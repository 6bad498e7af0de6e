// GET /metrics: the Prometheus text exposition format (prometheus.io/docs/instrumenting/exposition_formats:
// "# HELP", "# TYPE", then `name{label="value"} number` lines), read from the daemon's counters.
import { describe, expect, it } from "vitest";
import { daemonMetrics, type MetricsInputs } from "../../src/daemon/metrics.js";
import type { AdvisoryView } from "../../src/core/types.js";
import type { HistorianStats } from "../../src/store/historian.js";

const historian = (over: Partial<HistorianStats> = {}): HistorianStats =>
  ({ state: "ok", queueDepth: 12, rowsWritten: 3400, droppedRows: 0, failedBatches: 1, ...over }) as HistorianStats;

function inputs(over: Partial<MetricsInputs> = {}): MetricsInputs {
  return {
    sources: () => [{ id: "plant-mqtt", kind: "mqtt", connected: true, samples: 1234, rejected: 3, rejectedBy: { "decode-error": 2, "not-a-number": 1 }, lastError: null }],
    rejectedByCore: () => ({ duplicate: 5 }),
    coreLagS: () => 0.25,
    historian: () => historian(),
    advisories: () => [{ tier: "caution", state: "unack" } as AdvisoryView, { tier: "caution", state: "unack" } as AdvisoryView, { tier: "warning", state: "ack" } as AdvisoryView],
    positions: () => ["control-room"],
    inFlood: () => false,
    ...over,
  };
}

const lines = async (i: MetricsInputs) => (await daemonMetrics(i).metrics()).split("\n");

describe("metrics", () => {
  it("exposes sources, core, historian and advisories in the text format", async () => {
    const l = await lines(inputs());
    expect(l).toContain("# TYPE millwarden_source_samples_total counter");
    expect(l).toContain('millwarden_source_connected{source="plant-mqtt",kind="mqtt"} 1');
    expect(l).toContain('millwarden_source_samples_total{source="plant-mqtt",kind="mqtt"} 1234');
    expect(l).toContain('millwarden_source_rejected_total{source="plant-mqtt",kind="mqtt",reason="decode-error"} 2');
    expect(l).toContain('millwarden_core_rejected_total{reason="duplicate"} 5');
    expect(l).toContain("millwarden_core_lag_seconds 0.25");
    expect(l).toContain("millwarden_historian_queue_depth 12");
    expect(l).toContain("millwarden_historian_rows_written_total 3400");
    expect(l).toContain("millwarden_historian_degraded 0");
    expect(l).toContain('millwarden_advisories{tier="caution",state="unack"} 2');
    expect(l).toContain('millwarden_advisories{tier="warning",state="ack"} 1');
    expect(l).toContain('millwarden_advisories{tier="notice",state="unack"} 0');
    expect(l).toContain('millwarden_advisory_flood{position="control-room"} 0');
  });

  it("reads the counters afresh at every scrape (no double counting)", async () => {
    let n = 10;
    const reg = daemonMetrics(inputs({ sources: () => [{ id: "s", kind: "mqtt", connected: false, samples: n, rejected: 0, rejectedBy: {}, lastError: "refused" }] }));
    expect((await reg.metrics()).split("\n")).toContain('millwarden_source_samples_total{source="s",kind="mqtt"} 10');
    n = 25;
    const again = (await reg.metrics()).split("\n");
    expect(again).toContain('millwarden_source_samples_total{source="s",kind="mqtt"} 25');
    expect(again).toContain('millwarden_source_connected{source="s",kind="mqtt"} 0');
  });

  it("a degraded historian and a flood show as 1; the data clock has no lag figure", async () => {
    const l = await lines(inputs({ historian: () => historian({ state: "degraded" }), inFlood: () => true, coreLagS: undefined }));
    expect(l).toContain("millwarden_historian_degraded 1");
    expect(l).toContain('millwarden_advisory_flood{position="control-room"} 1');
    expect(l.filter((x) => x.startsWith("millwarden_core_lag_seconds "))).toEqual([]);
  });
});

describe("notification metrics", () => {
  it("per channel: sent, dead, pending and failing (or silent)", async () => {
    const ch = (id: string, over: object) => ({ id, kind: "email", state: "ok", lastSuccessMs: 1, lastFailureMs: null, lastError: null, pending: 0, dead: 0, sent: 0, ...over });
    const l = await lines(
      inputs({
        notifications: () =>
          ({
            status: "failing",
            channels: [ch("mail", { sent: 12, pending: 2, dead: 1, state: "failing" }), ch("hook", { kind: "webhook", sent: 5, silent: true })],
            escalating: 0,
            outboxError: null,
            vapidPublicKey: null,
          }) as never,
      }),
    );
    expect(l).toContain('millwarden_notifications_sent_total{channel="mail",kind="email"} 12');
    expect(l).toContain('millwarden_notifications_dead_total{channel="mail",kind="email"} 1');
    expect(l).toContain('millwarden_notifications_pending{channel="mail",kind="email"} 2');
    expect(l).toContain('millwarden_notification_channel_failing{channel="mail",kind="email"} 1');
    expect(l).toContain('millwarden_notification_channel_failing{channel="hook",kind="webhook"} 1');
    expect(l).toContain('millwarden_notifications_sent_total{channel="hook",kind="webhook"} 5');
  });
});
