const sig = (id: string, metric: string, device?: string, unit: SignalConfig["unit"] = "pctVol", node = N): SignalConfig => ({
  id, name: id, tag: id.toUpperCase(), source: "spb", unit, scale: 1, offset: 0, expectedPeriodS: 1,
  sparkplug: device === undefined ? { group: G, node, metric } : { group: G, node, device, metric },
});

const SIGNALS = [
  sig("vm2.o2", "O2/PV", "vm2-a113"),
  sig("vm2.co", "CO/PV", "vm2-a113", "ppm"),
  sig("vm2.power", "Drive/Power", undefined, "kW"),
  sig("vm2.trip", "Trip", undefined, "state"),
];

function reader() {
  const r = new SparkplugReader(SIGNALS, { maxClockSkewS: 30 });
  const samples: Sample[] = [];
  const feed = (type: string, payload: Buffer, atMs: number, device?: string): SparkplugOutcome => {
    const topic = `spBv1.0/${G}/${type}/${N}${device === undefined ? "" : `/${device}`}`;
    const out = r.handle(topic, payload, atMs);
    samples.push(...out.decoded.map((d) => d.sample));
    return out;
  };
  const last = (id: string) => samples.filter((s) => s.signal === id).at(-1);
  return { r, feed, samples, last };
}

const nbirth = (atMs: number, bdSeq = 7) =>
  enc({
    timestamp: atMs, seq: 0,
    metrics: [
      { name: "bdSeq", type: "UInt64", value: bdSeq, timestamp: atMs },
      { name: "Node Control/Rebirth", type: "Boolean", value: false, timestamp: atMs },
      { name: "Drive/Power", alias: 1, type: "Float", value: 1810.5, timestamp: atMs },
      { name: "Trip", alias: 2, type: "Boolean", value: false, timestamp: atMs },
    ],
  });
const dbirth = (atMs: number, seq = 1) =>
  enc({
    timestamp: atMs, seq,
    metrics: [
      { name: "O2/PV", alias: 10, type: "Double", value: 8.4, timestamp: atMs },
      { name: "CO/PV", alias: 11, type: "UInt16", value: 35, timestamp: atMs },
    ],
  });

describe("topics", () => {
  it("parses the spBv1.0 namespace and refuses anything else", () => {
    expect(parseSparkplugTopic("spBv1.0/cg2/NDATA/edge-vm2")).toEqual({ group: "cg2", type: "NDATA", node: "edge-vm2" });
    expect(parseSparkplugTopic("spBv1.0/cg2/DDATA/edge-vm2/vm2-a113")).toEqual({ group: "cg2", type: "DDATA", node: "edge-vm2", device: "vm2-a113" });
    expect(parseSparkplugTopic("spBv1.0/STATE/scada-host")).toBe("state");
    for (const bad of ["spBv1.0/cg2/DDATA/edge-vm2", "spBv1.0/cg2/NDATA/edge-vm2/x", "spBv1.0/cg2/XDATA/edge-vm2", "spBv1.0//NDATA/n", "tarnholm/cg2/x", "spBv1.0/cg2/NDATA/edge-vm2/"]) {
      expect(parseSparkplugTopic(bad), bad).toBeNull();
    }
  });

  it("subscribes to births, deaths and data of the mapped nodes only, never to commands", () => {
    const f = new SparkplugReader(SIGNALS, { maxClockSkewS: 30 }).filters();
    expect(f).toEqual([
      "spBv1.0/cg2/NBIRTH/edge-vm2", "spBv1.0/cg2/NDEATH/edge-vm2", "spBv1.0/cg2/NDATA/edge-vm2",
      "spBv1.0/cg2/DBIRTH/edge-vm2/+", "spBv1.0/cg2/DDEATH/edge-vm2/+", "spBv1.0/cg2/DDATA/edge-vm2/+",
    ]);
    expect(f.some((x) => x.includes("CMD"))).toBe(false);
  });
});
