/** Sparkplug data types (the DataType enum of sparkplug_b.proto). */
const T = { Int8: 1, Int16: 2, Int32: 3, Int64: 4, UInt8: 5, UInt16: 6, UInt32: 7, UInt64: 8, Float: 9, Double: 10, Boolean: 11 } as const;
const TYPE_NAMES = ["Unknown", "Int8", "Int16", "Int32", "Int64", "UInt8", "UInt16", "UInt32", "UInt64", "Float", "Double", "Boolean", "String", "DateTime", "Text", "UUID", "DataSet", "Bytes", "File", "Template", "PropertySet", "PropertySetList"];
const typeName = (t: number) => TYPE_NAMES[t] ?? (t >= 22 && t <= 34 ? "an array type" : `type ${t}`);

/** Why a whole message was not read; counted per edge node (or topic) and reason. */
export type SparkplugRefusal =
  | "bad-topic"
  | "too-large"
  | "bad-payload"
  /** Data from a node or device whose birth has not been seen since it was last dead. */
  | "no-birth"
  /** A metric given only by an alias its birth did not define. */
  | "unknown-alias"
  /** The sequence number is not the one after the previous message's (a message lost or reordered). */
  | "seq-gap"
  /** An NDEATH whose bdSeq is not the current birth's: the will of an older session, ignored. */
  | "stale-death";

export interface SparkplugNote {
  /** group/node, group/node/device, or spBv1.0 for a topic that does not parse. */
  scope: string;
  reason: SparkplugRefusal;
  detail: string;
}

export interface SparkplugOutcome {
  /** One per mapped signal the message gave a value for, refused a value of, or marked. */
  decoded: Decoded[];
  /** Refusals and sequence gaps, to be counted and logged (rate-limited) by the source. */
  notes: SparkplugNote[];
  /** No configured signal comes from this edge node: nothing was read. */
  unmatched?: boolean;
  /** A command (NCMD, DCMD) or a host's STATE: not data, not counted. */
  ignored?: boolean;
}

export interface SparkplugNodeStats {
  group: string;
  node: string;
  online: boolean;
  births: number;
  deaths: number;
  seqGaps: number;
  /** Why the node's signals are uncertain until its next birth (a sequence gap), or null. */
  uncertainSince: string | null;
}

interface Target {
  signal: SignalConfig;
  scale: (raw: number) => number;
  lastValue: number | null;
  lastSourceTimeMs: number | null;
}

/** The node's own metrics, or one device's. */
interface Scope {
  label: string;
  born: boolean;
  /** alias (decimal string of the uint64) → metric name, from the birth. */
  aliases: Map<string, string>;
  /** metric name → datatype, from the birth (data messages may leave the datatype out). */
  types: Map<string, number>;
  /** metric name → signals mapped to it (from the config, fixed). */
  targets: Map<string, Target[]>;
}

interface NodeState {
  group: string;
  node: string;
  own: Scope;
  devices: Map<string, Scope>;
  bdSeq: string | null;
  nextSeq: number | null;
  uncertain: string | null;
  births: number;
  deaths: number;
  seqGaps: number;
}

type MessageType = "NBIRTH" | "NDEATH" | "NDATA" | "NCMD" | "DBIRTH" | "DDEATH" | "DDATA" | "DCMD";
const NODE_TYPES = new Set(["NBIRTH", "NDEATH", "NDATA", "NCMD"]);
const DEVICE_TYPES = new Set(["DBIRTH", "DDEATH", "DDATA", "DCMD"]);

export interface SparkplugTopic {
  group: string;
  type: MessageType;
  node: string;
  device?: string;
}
--*--
§ Assigned task
Exactly repeat the lines above, from the opening line through the one with "the daemon's counters.", and include nothing else.

§ Solution to this task
repository 6bad498e7af0de6e
// GET /metrics: the Prometheus text exposition format (prometheus.io/docs/instrumenting/exposition_formats:
// "# HELP", "# TYPE", then `name{label="value"} number` lines), read from the daemon's counters.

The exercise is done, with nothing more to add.